- **Required work**: Within the records that follow, find every line containing the string "members". Copy those lines.

- **Recorded information**:
def _member_from_json(name: str, d: Mapping[str, Any]) -> Member:
    if d["kind"] not in MEMBER_KINDS:
        raise SurfaceError(f"surface JSON member {name!r} has unknown kind {d['kind']!r}")
    params = d["parameters"]
    return Member(
        name=name,
        kind=d["kind"],
        parameters=None if params is None else tuple(
            Parameter(p["name"], p["kind"], p["position"], p["default"]) for p in params
        ),
        returns=d["returns"],
        bases=tuple(d["bases"]),
        deprecated=d["deprecated"],
        line=int(d["line"]),
        shape=d.get("shape", ""),
        returns_self=bool(d.get("returns_self", False)),
        returns_all=tuple(d.get("returns_all", ())),
        doc=d.get("doc", ""),
        annotation=d.get("annotation", ""),
        overloads=tuple(Overload.from_json(o) for o in d.get("overloads", ())),
        items=d.get("items"),
        wraps_owner=bool(d.get("wraps_owner", False)),
        returns_var=d.get("returns_var", ""),
        binds=tuple((str(k), str(v)) for k, v in d.get("binds", ())),
    )


def linearize(cls: str, orders: list[tuple[str, ...]], bases: list[str]) -> tuple[str, ...]:
    """The C3 order of `cls` from its bases' orders; a depth-first order where Python would
    refuse the class (an inconsistent hierarchy), so that look-ups still work."""
    merged = c3_merge(cls, [*orders, tuple(bases)])
    if merged is not None:
        return merged
    seen: dict[str, None] = {cls: None}
    for order in orders:
        seen.update(dict.fromkeys(order))
    return tuple(seen)


def c3_merge(name: str, base_orders: list[tuple[str, ...]]) -> tuple[str, ...] | None:
    """C3 linearisation (as Python computes `__mro__`); None when the bases are inconsistent."""
    seqs = [list(s) for s in base_orders if s]
    out = [name]
    while seqs:
        for seq in seqs:
            head = seq[0]
            if not any(head in s[1:] for s in seqs):
                break
        else:
            return None
        out.append(head)
        seqs = [s[1:] if s[0] == head else s for s in seqs]
        seqs = [s for s in seqs if s]
    return tuple(out)


def class_mros(members: Mapping[str, Member]) -> dict[str, tuple[str, ...]]:
    """C3 order over library-internal bases for every class; outside bases are left out."""
    done: dict[str, tuple[str, ...]] = {}

    def visit(cls: str, active: frozenset[str]) -> tuple[str, ...]:
        if cls in done:
            return done[cls]
        bases = [b for b in members[cls].bases if b in members and members[b].kind == "class" and b not in active]
        orders = [visit(b, active | {cls}) for b in bases]
        merged = linearize(cls, orders, bases)
        done[cls] = merged
        return merged

    for name, member in members.items():
        if member.kind == "class":
            visit(name, frozenset())
    return done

- **Task answer**:
def class_mros(members: Mapping[str, Member]) -> dict[str, tuple[str, ...]]:
        bases = [b for b in members[cls].bases if b in members and members[b].kind == "class" and b not in active]
    for name, member in members.items():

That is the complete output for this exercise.